◆ **Records for this exercise**:
—————

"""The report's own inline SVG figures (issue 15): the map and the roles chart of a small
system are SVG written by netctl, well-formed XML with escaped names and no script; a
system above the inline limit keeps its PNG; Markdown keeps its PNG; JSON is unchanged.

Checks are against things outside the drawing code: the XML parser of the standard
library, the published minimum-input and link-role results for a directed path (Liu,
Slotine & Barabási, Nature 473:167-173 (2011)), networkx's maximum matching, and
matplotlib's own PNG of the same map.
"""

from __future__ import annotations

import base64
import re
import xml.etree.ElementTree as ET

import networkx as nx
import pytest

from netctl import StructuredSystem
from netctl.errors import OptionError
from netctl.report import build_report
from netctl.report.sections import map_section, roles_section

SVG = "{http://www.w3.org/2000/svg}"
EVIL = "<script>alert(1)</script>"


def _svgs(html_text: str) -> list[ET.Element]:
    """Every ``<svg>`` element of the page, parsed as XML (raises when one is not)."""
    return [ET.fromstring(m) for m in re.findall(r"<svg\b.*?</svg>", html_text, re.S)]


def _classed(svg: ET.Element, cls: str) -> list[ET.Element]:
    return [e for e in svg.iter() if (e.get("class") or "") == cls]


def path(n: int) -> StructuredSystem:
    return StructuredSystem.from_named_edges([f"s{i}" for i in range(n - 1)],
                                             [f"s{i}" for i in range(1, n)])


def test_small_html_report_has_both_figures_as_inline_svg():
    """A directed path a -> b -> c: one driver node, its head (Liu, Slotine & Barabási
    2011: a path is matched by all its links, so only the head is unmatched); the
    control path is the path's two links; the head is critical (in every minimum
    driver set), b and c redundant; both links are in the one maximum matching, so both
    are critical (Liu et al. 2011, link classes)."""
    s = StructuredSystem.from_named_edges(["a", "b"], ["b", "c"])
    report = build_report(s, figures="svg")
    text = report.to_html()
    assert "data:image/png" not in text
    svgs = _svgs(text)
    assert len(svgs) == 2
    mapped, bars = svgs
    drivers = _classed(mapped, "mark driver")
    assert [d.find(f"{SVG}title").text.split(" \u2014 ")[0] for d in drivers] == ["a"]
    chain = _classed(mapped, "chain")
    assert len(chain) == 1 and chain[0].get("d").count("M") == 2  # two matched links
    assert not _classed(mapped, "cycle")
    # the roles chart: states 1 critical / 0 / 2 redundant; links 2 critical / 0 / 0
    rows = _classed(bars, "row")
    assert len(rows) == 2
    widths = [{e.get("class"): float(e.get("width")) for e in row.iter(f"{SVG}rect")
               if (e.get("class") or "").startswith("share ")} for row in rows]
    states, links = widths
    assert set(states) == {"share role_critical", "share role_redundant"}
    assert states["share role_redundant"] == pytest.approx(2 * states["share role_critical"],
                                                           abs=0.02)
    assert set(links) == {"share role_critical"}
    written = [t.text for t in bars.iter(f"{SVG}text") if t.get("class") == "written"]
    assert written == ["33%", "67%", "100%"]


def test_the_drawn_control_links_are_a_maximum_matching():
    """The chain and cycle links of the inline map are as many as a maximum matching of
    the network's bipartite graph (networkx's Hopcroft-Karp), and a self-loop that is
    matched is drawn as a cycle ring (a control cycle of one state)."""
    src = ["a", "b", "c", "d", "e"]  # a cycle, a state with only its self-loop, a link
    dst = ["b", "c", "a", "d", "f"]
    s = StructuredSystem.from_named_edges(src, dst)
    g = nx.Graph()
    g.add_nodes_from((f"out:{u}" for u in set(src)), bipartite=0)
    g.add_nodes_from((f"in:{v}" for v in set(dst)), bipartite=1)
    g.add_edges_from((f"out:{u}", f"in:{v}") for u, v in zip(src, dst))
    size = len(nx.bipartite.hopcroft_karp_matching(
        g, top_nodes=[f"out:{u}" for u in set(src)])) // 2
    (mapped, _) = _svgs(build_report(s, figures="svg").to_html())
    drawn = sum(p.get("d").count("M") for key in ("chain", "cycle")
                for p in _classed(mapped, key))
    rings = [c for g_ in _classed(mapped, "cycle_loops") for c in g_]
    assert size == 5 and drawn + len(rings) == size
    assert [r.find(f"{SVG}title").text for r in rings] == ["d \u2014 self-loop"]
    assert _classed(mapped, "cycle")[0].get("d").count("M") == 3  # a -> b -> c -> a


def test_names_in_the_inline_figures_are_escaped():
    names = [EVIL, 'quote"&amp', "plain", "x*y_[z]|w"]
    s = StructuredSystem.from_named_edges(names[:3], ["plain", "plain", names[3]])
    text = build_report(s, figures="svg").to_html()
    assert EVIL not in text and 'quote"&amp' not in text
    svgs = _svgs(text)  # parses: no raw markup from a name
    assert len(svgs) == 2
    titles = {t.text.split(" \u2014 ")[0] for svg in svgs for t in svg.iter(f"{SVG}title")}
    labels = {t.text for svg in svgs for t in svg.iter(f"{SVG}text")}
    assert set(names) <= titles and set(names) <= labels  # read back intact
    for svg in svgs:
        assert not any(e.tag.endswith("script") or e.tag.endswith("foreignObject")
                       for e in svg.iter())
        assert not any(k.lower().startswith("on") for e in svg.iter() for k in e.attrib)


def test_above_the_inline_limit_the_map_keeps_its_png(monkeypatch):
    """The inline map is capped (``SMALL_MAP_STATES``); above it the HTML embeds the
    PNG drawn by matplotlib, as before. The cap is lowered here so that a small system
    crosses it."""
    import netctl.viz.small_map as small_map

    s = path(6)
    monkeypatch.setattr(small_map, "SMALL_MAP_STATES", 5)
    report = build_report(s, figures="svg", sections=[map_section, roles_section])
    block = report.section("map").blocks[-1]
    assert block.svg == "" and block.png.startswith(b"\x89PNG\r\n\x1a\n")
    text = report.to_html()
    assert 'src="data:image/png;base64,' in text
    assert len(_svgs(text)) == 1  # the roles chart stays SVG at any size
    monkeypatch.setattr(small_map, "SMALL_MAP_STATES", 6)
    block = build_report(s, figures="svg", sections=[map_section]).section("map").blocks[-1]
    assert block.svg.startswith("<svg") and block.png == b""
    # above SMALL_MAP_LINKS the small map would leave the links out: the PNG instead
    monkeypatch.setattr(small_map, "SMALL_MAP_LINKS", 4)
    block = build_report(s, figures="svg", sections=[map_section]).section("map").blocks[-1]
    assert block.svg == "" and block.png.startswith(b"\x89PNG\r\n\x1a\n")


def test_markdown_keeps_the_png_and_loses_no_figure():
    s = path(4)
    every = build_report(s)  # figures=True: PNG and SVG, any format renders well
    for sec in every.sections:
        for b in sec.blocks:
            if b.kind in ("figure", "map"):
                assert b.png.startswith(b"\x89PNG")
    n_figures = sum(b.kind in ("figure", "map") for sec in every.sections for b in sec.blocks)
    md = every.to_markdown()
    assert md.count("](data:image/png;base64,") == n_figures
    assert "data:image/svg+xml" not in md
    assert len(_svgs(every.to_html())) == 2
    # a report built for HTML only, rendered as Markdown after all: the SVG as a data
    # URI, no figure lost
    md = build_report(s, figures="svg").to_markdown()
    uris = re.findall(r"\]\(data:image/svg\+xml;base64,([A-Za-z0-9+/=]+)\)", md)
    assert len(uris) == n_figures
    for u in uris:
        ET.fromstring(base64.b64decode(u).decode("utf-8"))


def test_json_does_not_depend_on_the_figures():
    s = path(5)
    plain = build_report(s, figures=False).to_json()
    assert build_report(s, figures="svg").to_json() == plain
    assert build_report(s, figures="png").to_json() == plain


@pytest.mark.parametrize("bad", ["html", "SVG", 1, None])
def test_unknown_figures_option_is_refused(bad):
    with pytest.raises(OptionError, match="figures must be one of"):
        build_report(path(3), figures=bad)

—————

◆ **What is expected**:
Beginning at the top of the records above, transcribe each line exactly up to and including the line that holds "Checks are against".

◆ **Exercise response**:
"""The report's own inline SVG figures (issue 15): the map and the roles chart of a small
system are SVG written by netctl, well-formed XML with escaped names and no script; a
system above the inline limit keeps its PNG; Markdown keeps its PNG; JSON is unchanged.

Checks are against things outside the drawing code: the XML parser of the standard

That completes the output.